#### Information given
"""The one exception family of derivpad: every failure a user can cause is one of these.

Each class stores the facts of the failure as attributes (the position in the equation text,
the offending term, the parameter name), so the command line and the widgets never parse
messages. Messages say what is wrong, where, and how to fix it.

    DerivpadError                      base of everything raised on purpose
    ├── ParseError (ValueError)        malformed equation or value text; .text, .position
    │   └── UnsafeInputError           text that tries to reach Python (attributes, calls, dunders)
    ├── EquationError (ValueError)     a well-formed equation the method does not cover
    │   ├── NonlinearTermError         y*y', sin(y), y**2 ...; .term, .position
    │   ├── VariableCoefficientError   t*y' ...; .term, .position
    │   └── UnknownNameError           a name that is neither t, the unknown, a parameter nor a function
    ├── InitialConditionError (ValueError)   missing, extra, malformed or not-at-zero conditions
    ├── ForcingError (ValueError)      forcing whose transform the engine cannot form
    │   └── LoadHistoryError           a measured load record that cannot be used; .row, .column
    ├── ParameterError (ValueError)    a parameter value that is not a number or cannot be used
    ├── UnitError (ValueError)         unknown unit text, incompatible units, inhomogeneous terms
    ├── ExportError (OSError)          a file cannot be written as asked (format, place)
    │   ├── PackageRefusedError        a notebook that cannot be packaged (cell error, unverified)
    │   ├── ManifestMismatchError      a package's files do not match its MANIFEST.sha256
    │   └── SignatureError             a key, a signature or a trust list that cannot be used
    ├── MissingExtraError (ImportError)   an optional dependency (figures: matplotlib) is missing
    ├── RenderSettingError (ValueError)   a renderer setting that does not exist or is out of range
    ├── SolveError (ArithmeticError)   Y(s) or its poles cannot be found in the form asked for
    ├── VerificationFailedError (ArithmeticError)  the engine's own check rejected a solution
    └── WorkerError (RuntimeError)     a worker process of a load-case run stopped or was lost
"""

from __future__ import annotations

__all__ = [
    "DerivpadError",
    "EquationError",
    "ExportError",
    "ForcingError",
    "InitialConditionError",
    "LoadHistoryError",
    "ManifestMismatchError",
    "MissingExtraError",
    "NonlinearTermError",
    "ParameterError",
    "PackageRefusedError",
    "ParseError",
    "RenderSettingError",
    "SignatureError",
    "SolveError",
    "UnitError",
    "UnknownNameError",
    "UnsafeInputError",
    "VariableCoefficientError",
    "VerificationFailedError",
    "WorkerError",
]


_OPTION = {"cli": {"params": "--param {k}={v}", "values": "--value {k}={v}",
                   "units": "--unit {k}={v}", "ics": '--ic "{k}={v}"'},
           "cell": {"params": "a line '{k} = {v}'", "values": "a line 'values: {k} = {v}'",
                    "units": "a line 'units: {k} = {v}'", "ics": "a line '{k} = {v}'"}}
_BARE = {"cli": {"params=": "--param NAME=VALUE", "values=": "--value NAME=VALUE",
                 "ics=": '--ic "y(0)=0"', "units=": "--unit NAME=UNIT",
                 'on_failure="return"': "the command line, which prints it marked NOT VERIFIED "
                                        "(exit status 3)"},
         "cell": {"params=": "a line 'NAME = VALUE'", "values=": "a line 'values: NAME = VALUE'",
                  "ics=": "a line 'y(0) = 0'", "units=": "a line 'units: NAME = UNIT'",
                  'on_failure="return"': 'derive(..., on_failure="return") in Python'}}


def in_syntax(message: str, where: str) -> str:
    """A message whose fix is written in Python (``params={'m': 2.5}``) with the fix in the
    syntax of where the user typed: ``"cli"`` (``--param m=2.5``) or ``"cell"`` (the
    %%derivation magic's line ``m = 2.5``). Messages carry their facts as attributes; this
    only rewrites the example of a fix."""
    import re

    def options(m):
        form = _OPTION[where][m.group(1)]
        pairs = re.findall(r"""(["'])(.+?)\1\s*:\s*([^,]+)""", m.group(2))
        return " ".join(form.format(k=k, v=v.strip().strip("'\"")) for _, k, v in pairs) or \
            _BARE[where][m.group(1) + "="]
    message = re.sub(r"\b(params|values|units|ics)=\{([^{}]*)\}", options, message)
    for python, other in _BARE[where].items():
        message = re.sub(r"\b" + re.escape(python) if python[0].isalpha() else re.escape(python),
                         other, message)
    return message


def _located(message: str, text: str, position: int | None, length: int = 1) -> str:
    """The message with the column and two lines showing where in ``text`` the problem is."""
    if position is None or not text:
        return message
    marks = "^" * max(1, length)
    return f"{message} (at column {position + 1})\n    {text}\n    {' ' * position}{marks}"


class DerivpadError(Exception):
    """Base class of every error derivpad raises on purpose."""


class ParseError(DerivpadError, ValueError):
    """The equation or value text is malformed; ``position`` is the 0-based column."""

    def __init__(self, message: str, text: str = "", position: int | None = None, length: int = 1):
        self.text = text
        self.position = position
        self.length = length
        self.reason = message
        super().__init__(_located(message, text, position, length))


class UnsafeInputError(ParseError):
    """The text uses Python constructs (attributes, dunders, lambdas, indexing) that are never run."""


class EquationError(DerivpadError, ValueError):
    """A well-formed equation outside the linear constant-coefficient class."""

    def __init__(self, message: str, term: str = "", text: str = "", position: int | None = None,
                 length: int = 1):
        self.term = term
        self.text = text
        self.position = position
        super().__init__(_located(message, text, position, length))


class NonlinearTermError(EquationError):
    """A term is nonlinear in the unknown (a product or a function of it)."""


class VariableCoefficientError(EquationError):
    """A derivative of the unknown is multiplied by a function of t."""


class UnknownNameError(EquationError):
    """A name is neither t, the unknown, a known function nor a declared parameter."""

    def __init__(self, message: str, name: str, text: str = "", position: int | None = None):
        self.name = name
        super().__init__(message, term=name, text=text, position=position, length=len(name))


class InitialConditionError(DerivpadError, ValueError):
    """Initial conditions are missing, extra, malformed, or given at a point other than t = 0."""

    def __init__(self, message: str, key: str | None = None, missing: tuple = (), extra: tuple = ()):
        self.key = key
        self.missing = tuple(missing)
        self.extra = tuple(extra)
        super().__init__(message)


class ForcingError(DerivpadError, ValueError):
    """The forcing has a term whose Laplace transform the rule table cannot form."""

    def __init__(self, message: str, term: str = ""):
        self.term = term
        super().__init__(message)


class LoadHistoryError(ForcingError):
    """A measured load record that cannot be used as given: ``row`` is the point's index (arrays
    and tables) or the file's line number, ``column`` the column where one applies."""

    def __init__(self, message: str, row: int | None = None, column: str = ""):
        self.row = row
        self.column = column
        super().__init__(message, term="history")


class ParameterError(DerivpadError, ValueError):
    """A parameter value is not a finite number (or a valid expression of other parameters)."""

    def __init__(self, message: str, name: str = ""):
        self.name = name
        super().__init__(message)


class UnitError(DerivpadError, ValueError):
    """A unit that pint does not know, or terms of the equation with different dimensions."""

    def __init__(self, message: str, name: str = "", terms: tuple = (), dimensions: tuple = ()):
        self.name = name
        self.terms = tuple(terms)
        self.dimensions = tuple(dimensions)
        super().__init__(message)


class ExportError(DerivpadError, OSError):
    """An output cannot be produced or written as asked (format, missing samples, place)."""


class PackageRefusedError(ExportError):
    """The notebook cannot be packaged as it is: a cell failed, or a derivation is not verified."""

    def __init__(self, message: str, failures: tuple = ()):
        self.failures = tuple(failures)
        super().__init__(message)


class ManifestMismatchError(ExportError):
    """A package's files differ from its manifest: names each missing, extra or altered file."""

    def __init__(self, message: str, missing: tuple = (), extra: tuple = (), altered: tuple = ()):
        self.missing = tuple(missing)
        self.extra = tuple(extra)
        self.altered = tuple(altered)
        super().__init__(message)


class SignatureError(ExportError):
    """A key, a signature or a trust list that cannot be used as given (a wrong passphrase, a
    role the key may not sign, a file that is not a derivpad key); ``what`` names the part."""

    def __init__(self, message: str, what: str = ""):
        self.what = what
        super().__init__(message)


class MissingExtraError(DerivpadError, ImportError):
    """An optional dependency is not installed; the message gives the pip command."""

    def __init__(self, message: str, extra: str = ""):
        self.extra = extra
        super().__init__(message)


def import_extra(names, what: str, extra: str = "notebook") -> tuple:
    """Import optional modules, or raise MissingExtraError naming the pip command for ``what``."""
    import importlib
    try:
        return tuple(importlib.import_module(name) for name in names)
    except ImportError as exc:
        msg = f"{what} needs {exc.name or names[0]}; install it with: {install_command(extra)}"
        raise MissingExtraError(msg, extra=extra) from exc


def install_command(extra: str) -> str:
    """The pip command for an extra that works from where derivpad is: from a source checkout
    (a pyproject.toml beside the package) the checkout's own path, else the published name."""
    import json
    from importlib import metadata
    from pathlib import Path
    from urllib.parse import unquote, urlparse
    root = Path(__file__).resolve().parents[1]
    if not (root / "pyproject.toml").is_file():
        try:  # installed from a local folder: pip records where (PEP 610, direct_url.json)
            url = json.loads(metadata.distribution("derivpad").read_text("direct_url.json")
                             or "{}").get("url", "")
        except (metadata.PackageNotFoundError, ValueError, OSError):
            url = ""
        root = Path(unquote(urlparse(url).path)) if url.startswith("file:") else None
    if root is not None and (root / "pyproject.toml").is_file():
        return f'pip install "{root}[{extra}]"'
    return f'pip install "derivpad[{extra}]"'


class RenderSettingError(DerivpadError, ValueError):
    """A renderer was given a setting it does not have, or a value it does not allow."""

    def __init__(self, message: str, setting: str):
        self.setting = setting
        super().__init__(message)


class SolveError(DerivpadError, ArithmeticError):
    """Y(s), its poles or its partial fractions cannot be found in the form asked for."""


class VerificationFailedError(DerivpadError, ArithmeticError):
    """The engine's own check found that a solution does not satisfy the problem."""

    def __init__(self, message: str, checks: tuple = ()):
        self.checks = tuple(checks)
        super().__init__(message)


class WorkerError(DerivpadError, RuntimeError):
    """A worker process of a load-case run stopped before its chunk was done (a script that
    starts workers without a ``__main__`` guard, memory running out, the process killed)."""

    def __init__(self, message: str, scheduler=None):
        self.scheduler = scheduler
        super().__init__(message)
########
— The task —
Although the records may continue, retype only the lines from the first one through the one containing "(attributes, calls, dunders)", exactly as they appear.

— Task result —
"""The one exception family of derivpad: every failure a user can cause is one of these.

Each class stores the facts of the failure as attributes (the position in the equation text,
the offending term, the parameter name), so the command line and the widgets never parse
messages. Messages say what is wrong, where, and how to fix it.

    DerivpadError                      base of everything raised on purpose
    ├── ParseError (ValueError)        malformed equation or value text; .text, .position
    │   └── UnsafeInputError           text that tries to reach Python (attributes, calls, dunders)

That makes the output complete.